A acionista da empresa que gere o futebol profissional do Desportivo das Aves, Estrela Costa, reforçou hoje à Lusa que o clube não iria deslocar-se a Portimão, independentemente da decisão que a Liga de clubes adotasse relativamente à atribuição de pontos nesse jogo.

Hoje, a mesma accionista anunciou que o clube não iria também jogar com o SL Benfica na próxima jornada depois de o clube ter visto cancelada a sua apólice de seguro, o que impede que o emblema avense dispute jogos ou sequer treine.

5 - Um clube que pode acabar a época com zero pontos

De acordo com o artigo 16.º do Regulamento de Competições da Liga Portuguesa de Futebol Profissional (LPFP), a “falta de comparência não justificada de um clube a jogo oficial de uma competição por pontos determina, nos termos previstos no Regulamento Disciplinar, a atribuição ao clube adversário dos três pontos correspondentes à vitória”.

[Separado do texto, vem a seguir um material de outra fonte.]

# --------------------------------------------------------------------------
# Helpers
# --------------------------------------------------------------------------
def _relative(a, b) -> float:
    a = np.asarray(a, dtype=float)
    b = np.asarray(b, dtype=float)
    return float(np.linalg.norm(a - b) / max(np.linalg.norm(b), 1e-300))


def _import(path: Path):
    name = f"exported_{path.stem}_{abs(hash(str(path)))}"
    spec = importlib.util.spec_from_file_location(name, path)
    module = importlib.util.module_from_spec(spec)
    spec.loader.exec_module(module)
    return module


def _driver_source(formulas) -> str:
    """A test driver: one line of parameter values in, one line of results out."""
    design = formulas.design
    prefix = c_identifier_prefix(design)
    up = prefix.upper()
    members = c_member_names([p.name for p in design.parameters], prefix)
    assign = "\n".join(
        f"        p.{members[prm.name]} = v[{k}];" for k, prm in enumerate(design.parameters)
    )
    return f"""
#include <stdio.h>
#include <stdlib.h>
#include "{design.slug}_gains.h"

static void fill({prefix}_gains_out *o, double x)
{{
    int i, j;
    for (i = 0; i < {up}_INPUTS; ++i) for (j = 0; j < {up}_STATES; ++j) o->K[i][j] = x;
    for (i = 0; i < {up}_STATES; ++i) for (j = 0; j < {up}_OUTPUTS; ++j) o->L[i][j] = x;
    o->reference_gain = x;
}}

int main(void)
{{
    {prefix}_parameters p;
    {prefix}_gains_out out;
    double v[{up}_PARAMETERS + 1];
    char line[8192];
    while (fgets(line, sizeof line, stdin) != NULL) {{
        char *s = line;
        char *end;
        int k, i, j, rc;
        for (k = 0; k < {up}_PARAMETERS; ++k) {{
            v[k] = strtod(s, &end);
            s = end;
        }}
{assign}
        (void)v; /* a design without parameters reads none */
        fill(&out, {SENTINEL!r});
        rc = {prefix}_gains(&p, &out);
        printf("%d", rc);
        for (i = 0; i < {up}_INPUTS; ++i) for (j = 0; j < {up}_STATES; ++j)
            printf(" %.17g", out.K[i][j]);
        for (i = 0; i < {up}_STATES; ++i) for (j = 0; j < {up}_OUTPUTS; ++j)
            printf(" %.17g", out.L[i][j]);
        printf(" %.17g\\n", out.reference_gain);
    }}
    return 0;
}}
"""


def _build(formulas, folder: Path) -> Path:
    """Write the C files and the driver, compile with warnings as errors."""
    for name, content in c_sources(formulas).items():
        (folder / name).write_bytes(content)
    (folder / "driver.c").write_text(_driver_source(formulas), encoding="ascii")
    exe = folder / "driver"
    cmd = [
        GCC,
        "-std=c99",
        "-Wall",
        "-Wextra",
        "-Werror",
        "-pedantic",
        "-O2",
        "-o",
        str(exe),
        str(folder / "driver.c"),
        str(folder / f"{formulas.design.slug}_gains.c"),
        "-lm",
    ]
    proc = subprocess.run(cmd, capture_output=True, text=True, cwd=folder, timeout=120)
    assert proc.returncode == 0, proc.stderr
    return exe
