def _identifiers(text: str) -> list[str]:
    import re

    reserved = {
        "sqrt",
        "exp",
        "log",
        "sin",
        "cos",
        "tan",
        "atan",
        "sinh",
        "cosh",
        "tanh",
        "abs",
        "pi",
    }
    return [t for t in re.findall(r"[A-Za-z][A-Za-z0-9_]*", text) if t not in reserved]


_BOUND_SYMBOL = {
    "overshoot_percent": "\\zeta",
    "settling_time": "\\sigma",
    "rise_time": "\\omega_n",
    "peak_time": "\\omega_d",
}


def _spec_rows(d: Derivation) -> list[dict]:
    pair = d.controller_poles.dominant
    if pair is None:
        return []
    rows = []
    for f in pair.formulas:
        rows.append(
            {
                "spec": f.spec.replace("_", " "),
                "requested": own_math(latex_number(f.requested, 4)),
                "formula": own_math(f.formula_latex),
                "bound": own_math(
                    _BOUND_SYMBOL.get(f.spec, "x") + " \\ge " + latex_number(f.bound_value, 4)
                ),
                "predicted": own_math(latex_number(f.predicted, 4)),
                "binding": f.binding,
                "passed": f.passed,
                "source": f.source,
            }
        )
    return rows


def _poles(values: np.ndarray) -> OwnMath:
    return own_math(poles_latex(values, 4))


def _references(d: Derivation) -> list[str]:
    refs = [
        "J. Ackermann, \u201cDer Entwurf linearer Regelungssysteme im Zustandsraum\u201d,"
        " Regelungstechnik 20(7):297\u2013300, 1972 (Ackermann's formula).",
        "D. G. Luenberger, \u201cObserving the state of a linear system\u201d, IEEE Transactions on"
        " Military Electronics 8(2):74\u201380, 1964 (the observer; its poles by duality).",
        "D. G. Luenberger, \u201cAn introduction to observers\u201d, IEEE Transactions on Automatic"
        " Control 16(6):596\u2013602, 1971 (separation of controller and observer poles).",
        "K. Ogata, Modern Control Engineering, 5th ed., Prentice Hall, 2010, Sec. 10-2 to 10-6"
        " (pole placement, Ackermann's formula, full-order observers).",
        "G. F. Franklin, J. D. Powell, A. Emami-Naeini, Feedback Control of Dynamic Systems,"
        " 7th ed., Pearson, 2015, Sec. 7.5\u20137.9 (state feedback, reference input, estimators,"
        " the compensator).",
        "T. Kailath, Linear Systems, Prentice Hall, 1980, Sec. 2.4 and Appendix (determinant"
        " identities for transfer-function numerators).",
        "A. Varga, \u201cA Schur method for pole assignment\u201d and A. L. Tits, Y. Yang,"
        " \u201cGlobally convergent algorithms for robust pole assignment by state feedback\u201d,"
        " IEEE Transactions on Automatic Control 41(10):1432\u20131452, 1996 (the method of"
        " scipy.signal.place_poles used for the cross-check).",
        "C. F. Van Loan, \u201cComputing integrals involving the matrix exponential\u201d, IEEE"
        " Transactions on Automatic Control 23(3):395\u2013404, 1978 (exact zero-order-hold"
        " stepping of the simulation).",
    ]
    if d.integral is not None:
        refs.append(
            "H. H. Rosenbrock, State-Space and Multivariable Theory, Nelson, 1970, Ch. 3 (the"
            " system matrix; a plant zero at s = 0 forbids integral action)."
        )
        refs.append(
            "K. J. \u00c5str\u00f6m and T. H\u00e4gglund, Advanced PID Control, ISA, 2006,"
            " Sec. 3.5 (integrator windup; back-calculation)."
        )
    if d.reduced_observer is not None:
        refs.append(
            "D. G. Luenberger, \u201cObservers for multivariable systems\u201d, IEEE Transactions"
            " on Automatic Control 11(2):190\u2013197, 1966 (the reduced-order observer)."
        )
    if d.discrete is not None:
        refs.append(
            "G. F. Franklin, J. D. Powell, M. L. Workman, Digital Control of Dynamic Systems,"
            " 3rd ed., Addison-Wesley, 1998, Sec. 4.3 and 8.2 (zero-order-hold equivalent;"
            " prediction and current estimators)."
        )
        if "Putzer" in d.discrete.method:
            refs.append(
                "E. J. Putzer, \u201cAvoiding the Jordan canonical form in the discussion of"
                " linear systems with constant coefficients\u201d, The American Mathematical"
                " Monthly 73(1):2\u20137, 1966 (the closed-form matrix exponential of the"
                " hold-equivalent model)."
            )
    if d.controller_poles.dominant is not None:
        refs.insert(
            4,
            "N. S. Nise, Control Systems Engineering, 7th ed., Wiley, 2015, Sec. 4.6 (damping"
            " ratio from overshoot, settling and rise time of the second-order response).",
        )
    return refs
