"""The gain formulas as code: C99 and standalone NumPy modules (``gainsmith export``).

One direction of flow: :func:`gain_formulas` takes a finished
:class:`~symbolic.model.results.Derivation`, keeps its closed forms of K, L and the
reference gain N, and lists the *validity factors*: the factors of the
controllability and observability determinants, of z(0) (the steady-state
numerator of the tracked output) and of every denominator, each of which must
not vanish.  The printers turn these into

* ``<slug>_gains.h`` / ``<slug>_gains.c``: one C99 function
  ``int <slug>_gains(const <slug>_parameters *p, <slug>_gains_out *out)``
  with no allocation and no global variables, which checks the factors,
  evaluates K, L and N with common subexpressions shared, and returns a
  nonzero code when a condition fails;
* ``<slug>_gains.py``: a module that imports only NumPy (and the standard
  ``warnings``) and exposes ``gains(**parameters)``, broadcasting over arrays.

The same formulas are evaluated vectorised by :func:`gain_evaluator` (used by
``gainsmith schedule`` and by the export's own self-check).

Return codes of the C function (also the ``code`` of :class:`GainValues`):
0 success, 1 uncontrollable, 2 unobservable, 3 no reference gain (the plant
has a zero at s = 0), 4 a denominator vanishes or a result is not finite.
A factor f counts as zero when |f| <= ZERO_TOLERANCE * (sum of the magnitudes
of the terms of f) at the same parameter values: zero up to the rounding of
the terms that cancel.  A single-term factor (e.g. ``kf``) is therefore zero
only when it is exactly zero; a tiny nonzero value gives huge gains, or
non-finite ones (code 4).

Naming: parameter names are validated identifiers (:func:`symbolic.input.expressions.check_name`),
but some are still taken in C: a C or C++ keyword (``int``, ``double``,
``auto``, ``class`` ...), a macro of the C standard library (``NAN``, ``EOF``,
``errno`` ...), a name the C standard reserves for future library macros
(``E`` followed by a digit or capital, ``FE_``, ``FP_``, ``LC_``, ``SIG``,
``PRI``/``SCN`` with a lower-case letter, ``INT..._MAX`` ...), a common POSIX
or GNU predefined macro (``M_PI``, ``unix``, ``linux``) or a macro of the
generated header itself.  Such a member is named ``p_<name>`` in the C struct
(the header comment lists every renamed member).  In the Python module the
keyword arguments keep the design's names.

References
----------
.. [1] J. Ackermann, "Der Entwurf linearer Regelungssysteme im Zustandsraum",
   *Regelungstechnik* 20(7):297-300, 1972 (the closed forms of K and, on the
   dual pair, of L).
.. [2] ISO/IEC 9899:1999, *Programming languages - C*, 6.4.1 (keywords),
   7.26 (future library directions: reserved macro names), 7.12 (<math.h>:
   ``isfinite``, ``fabs``, ``pow``, ``sqrt``, ``cbrt``).
.. [3] SymPy Development Team, *SymPy 1.14 documentation*, "Code Generation"
   (``sympy.cse``, ``sympy.printing.c.C99CodePrinter``,
   ``sympy.printing.numpy.NumPyPrinter``, ``sympy.lambdify``).
"""
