@pytest.mark.parametrize("form", ["current", "predictor", "reduced"])
def test_sampled_loop_poles_are_the_mapped_poles(pan, form):
    dc = pan.discrete
    eq = dc.equations[form]
    F, _G = _sampled_loop(eq, dc.Phi, dc.Gamma, pan.plant.C, pan.plant.D)
    observer = dc.reduced.poles_z if form == "reduced" else dc.observer_poles_z
    wanted = np.concatenate([dc.controller_poles_z, [dc.integral.integral_pole_z], observer])
    assert F.shape[0] == len(wanted)  # order 2n + 1, or 2n - p + 1 with the reduced observer
    assert pole_residual(np.linalg.eigvals(F), wanted) <= eigenvalue_tolerance(wanted)


def _run_on_plant(eq, Phi, Gamma, C, r, steps, disturbance=0.0, start=0):
    """The controller on a sampled plant with an input disturbance from sample ``start``."""
    runner = ControllerRunner(eq)
    x = np.zeros(Phi.shape[0])
    ys = []
    for k in range(steps):
        y = C @ x
        u = runner.step(y, r)
        d = disturbance if k >= start else 0.0
        x = Phi @ x + Gamma @ (u + d)
        ys.append(y[0])
    return np.array(ys)


def _equilibrium_output(eq, Phi, Gamma, C, D, r, disturbance):
    """Exact tracked output at the sampled loop's equilibrium, input disturbance included."""
    F, G = _sampled_loop(eq, Phi, Gamma, C, D)
    n = Phi.shape[0]
    Gd = np.zeros(F.shape[0])
    Gd[:n] = Gamma[:, 0] * disturbance
    w = np.linalg.solve(np.eye(F.shape[0]) - F, G[:, 0] * r + Gd)
    assert np.max(np.abs(np.linalg.eigvals(F))) < 1  # stable on this plant
    return float((C @ w[:n])[0])


@pytest.mark.parametrize("form", ["current", "predictor", "reduced"])
def test_integral_action_removes_mismatch_and_disturbance_errors(pan, form):
    # the true plant at the ends of the parameter ranges, with a step input disturbance
    dc = pan.discrete
    reference_loop = pan_axis(method="reference_gain", observer="speed_factor = 4").discrete
    form_ref = "current" if form == "reduced" else form
    C, D = pan.plant.C, pan.plant.D
    r = 0.5
    for tau, k in ((0.15, 8.0), (0.4, 4.0)):
        A = np.array([[0.0, 1.0], [0.0, -1.0 / tau]])
        B = np.array([[0.0], [k / tau]])
        Phi, Gamma = numeric_zero_order_hold(A, B, dc.sample_time)
        for dist in (0.0, 0.3):
            y_int = _equilibrium_output(dc.equations[form], Phi, Gamma, C, D, r, dist)
            y_ref = _equilibrium_output(
                reference_loop.equations[form_ref], Phi, Gamma, C, D, r, dist
            )
            assert abs(y_int - r) <= 1e-9 * r
            if dist:  # the plant has a pole at s = 0, so only the disturbance leaves an error
                assert abs(y_ref - r) > 1e-2 * r  # with the reference gain alone
        # and the runs get there: reference step, then the disturbance at sample 600
        ys = _run_on_plant(dc.equations[form], Phi, Gamma, C, r, 2000, 0.3, 600)
        assert abs(ys[-1] - r) <= 1e-4 * r
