test("the states section travels in the share link and in the model file", async () => {
  const { page, context } = await withExample();
  try {
    await typeInto(page, "#states-fwhm", "0.25");
    await typeInto(page, "#states-share-1", "30");
    await page.selectOption("#states-shape", "voigt");
    await page.selectOption("#states-form", "velocity");
    const doc = await docOf(page);
    assert.equal(doc.states.broadening.shape, "voigt");
    assert.equal(doc.states.broadening.velocity_form, true);
    const link = await pageLink(page);
    const other = await openPage(env, { path: link.slice(env.origin.length), context });
    assert.deepEqual((await docOf(other.page)).states, doc.states, "the section after the link's round trip");
    assert.deepEqual(await sharesShown(other.page), ["70.00 %", "30.00 %"]);
    assert.equal(await other.page.inputValue("#states-form"), "velocity");
    assert.equal(await other.page.inputValue("#states-lorentz") !== "", true, "the Voigt's Lorentzian width is shown");

    // And in the model file: saved, then opened in a new, empty model.
    const saved = await savedModel(page);
    other.page.on("dialog", (d) => d.accept());
    await other.page.click("#new-model");
    assert.equal((await docOf(other.page)).states, undefined);
    await other.page.setInputFiles("#file-input", { name: "states.chiroptic.json", mimeType: "application/json", buffer: Buffer.from(JSON.stringify(saved)) });
    await other.page.waitForSelector("#states-body:not([hidden])");
    assert.deepEqual((await docOf(other.page)).states, doc.states, "the section after the file's round trip");
  } finally {
    await context.close();
  }
});
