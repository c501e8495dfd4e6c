"""Design-space search: sweeps over plan fields, the Pareto front, and ``tune``.

Every plan is judged on the same data by two numbers: its cost (one total of
:func:`~fxnet_widgets.core.analysis.cost.hardware_cost`, ``total_bits`` unless
told otherwise) and its disagreement with the float network (the fraction of
decisions that differ).

Evaluation runs on a local process pool by default, or on any
:class:`concurrent.futures.Executor` (a ``dask.distributed`` ``Client`` works
as one). The plans are cut into a few chunks per worker; each task carries the
network document, the input codes and its chunk's plan documents, so the data
travels once per chunk, never once per plan. Results are identical whatever
runs them: every plan is evaluated by the same deterministic code and records
come back in grid order.

Examples
--------
>>> import numpy as np
>>> from fxnet_widgets.core.network import Network
>>> net = Network.from_layers([([[2.0, -1.0, 0.5]], [-0.5], "sigmoid")])
>>> codes = np.random.default_rng(0).integers(0, 256, (2000, 3))
>>> recs = sweep(net, codes, {"table_bits": [6, 8, 10]}, executor=SerialExecutor())
>>> [r.settings for r in recs]
[(('table_bits', 6),), (('table_bits', 8),), (('table_bits', 10),)]
>>> all(a.cost < b.cost for a, b in zip(recs, recs[1:]))
True
"""

from __future__ import annotations

import concurrent.futures as cf
import itertools
import json
import math
import multiprocessing
import multiprocessing.context
import os
import sys
import threading
from collections.abc import Callable, Iterable, Mapping, Sequence
from dataclasses import dataclass, field, replace
from typing import Any, TextIO

import numpy as np

from ..formats import round_scalar
from ..kernel import emulate, quantise
from ..network import Network, as_codes
from ..plan import CHOICES, INT_LIMITS, PLAN_FIELDS, LayerPlan, Plan
from .cost import COST_KEYS, HardwareCost, hardware_cost
from .metrics import ErrorMetrics, check_labels, error_metrics

#: one plan to evaluate: (record index, its settings as (name, value) pairs, plan document, safe accumulators)
_Item = tuple[int, tuple[tuple[str, Any], ...], dict[str, Any], bool]

__all__ = [
    "SerialExecutor",
    "SweepRecord",
    "TuneResult",
    "TUNE_MOVES",
    "evaluate_plans",
    "sweep",
    "pareto_front",
    "tune",
    "start_plan",
    "parse_grid",
    "text_progress",
]

Progress = Callable[[int, int], None]

#: below this many sample-evaluations (plans x samples), ``executor=None`` runs in
#: this process: starting workers would cost more than it saves
INLINE_WORK = 2_000_000
_TABLE_FIELDS = ("table_bits", "table_frac", "index_round", "table_round", "table_sample")


# ---------------------------------------------------------------------------------
# executors and progress
class SerialExecutor(cf.Executor):
    """An :class:`~concurrent.futures.Executor` that runs each task at once, in this process."""

    def submit(self, fn: Callable[..., Any], /, *args: Any, **kwargs: Any) -> cf.Future[Any]:
        fut: cf.Future[Any] = cf.Future()
        try:
            fut.set_result(fn(*args, **kwargs))
        except BaseException as exc:  # handed to the caller through the future
            fut.set_exception(exc)
        return fut


def text_progress(stream: TextIO | None = None, width: int = 30, label: str = "plans") -> Progress:
    """A progress callback drawing a text bar (``[#####.....] 12/40 plans``) on ``stream``.

    ``stream`` defaults to ``sys.stderr``; the bar is redrawn in place and ends
    with a newline when ``done == total``.
    """
    lock = threading.Lock()

    def report(done: int, total: int) -> None:
        out = stream if stream is not None else sys.stderr
        filled = width if total <= 0 else int(width * done / total)
        with lock:
            out.write(f"\r[{'#' * filled}{'.' * (width - filled)}] {done}/{total} {label}")
            if done >= total:
                out.write("\n")
            out.flush()

    return report


def _local_pool(workers: int) -> cf.Executor:
    """A process pool of ``workers``: forkserver where available, else spawn.

    Both re-import the main script in each worker (so a script needs the usual
    ``if __name__ == "__main__":`` guard); when the main module has no file to
    re-import (code piped on stdin), POSIX systems fork instead.
    """
    methods = multiprocessing.get_all_start_methods()
    main_file = getattr(sys.modules.get("__main__"), "__file__", None)
    spec = getattr(sys.modules.get("__main__"), "__spec__", None)
    ctx: multiprocessing.context.BaseContext
    if spec is None and main_file is not None and not os.path.isfile(main_file) and "fork" in methods:
        ctx = multiprocessing.get_context("fork")
    elif sys.platform != "win32" and "forkserver" in methods:
        ctx = multiprocessing.get_context("forkserver")
        ctx.set_forkserver_preload([__name__])
    else:
        ctx = multiprocessing.get_context("spawn")
    return cf.ProcessPoolExecutor(max_workers=workers, mp_context=ctx)


def _as_executor(executor: Any) -> cf.Executor:
    if isinstance(executor, cf.Executor):
        return executor
    if hasattr(executor, "get_executor") and hasattr(executor, "submit"):  # dask.distributed.Client
        return executor.get_executor()
    raise TypeError(f"executor must be a concurrent.futures.Executor or a dask Client, not {type(executor).__name__}")


def _worker_count(executor: cf.Executor) -> int:
    if isinstance(executor, SerialExecutor):
        return 1
    n = getattr(executor, "_max_workers", None)
    if isinstance(n, int) and n > 0:
        return n
    client = getattr(executor, "_client", None)
    if client is not None:
        try:
            return max(1, int(sum(client.nthreads().values())))
        except Exception:  # noqa: BLE001 - a count is only a hint for chunking
            pass
    return os.cpu_count() or 1
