package org.convgrid.survey;

import java.io.IOException;
import java.nio.file.Files;
import java.time.Clock;
import java.time.Instant;
import java.util.List;
import java.util.Optional;
import java.util.Map;
import java.util.Set;
import org.convgrid.engine.batch.ChunkSolver;
import org.convgrid.engine.batch.Chunking;
import org.convgrid.engine.request.ModelStatus;
import org.convgrid.engine.batch.ProgressListener;
import org.convgrid.engine.batch.Shard;
import org.convgrid.grids.GridFile;
import org.convgrid.grids.GridFileException;
import org.convgrid.output.AtomicFiles;
import org.convgrid.output.OutputFormatException;
import org.convgrid.output.RunLayout;
import org.convgrid.output.catalogue.CatalogueReader;
import org.convgrid.output.catalogue.CatalogueRow;
import org.convgrid.grids.words.Counts;
import org.convgrid.output.manifest.RunManifest;
import org.convgrid.output.manifest.RunManifestReader;
import org.convgrid.output.manifest.RunManifestWriter;
import org.convgrid.survey.parallel.ParallelWork;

A ausência “em algum dos três últimos jogos de uma competição a disputar por pontos” determina, segundo o artigo 76.º do Regulamento Disciplinar da LPFP, a “sanção de derrota no jogo ao clube que não compareceu e subtração de todos os pontos até então obtidos”, à qual se pode agregar uma coima de 250 a 500 unidades de conta (UC).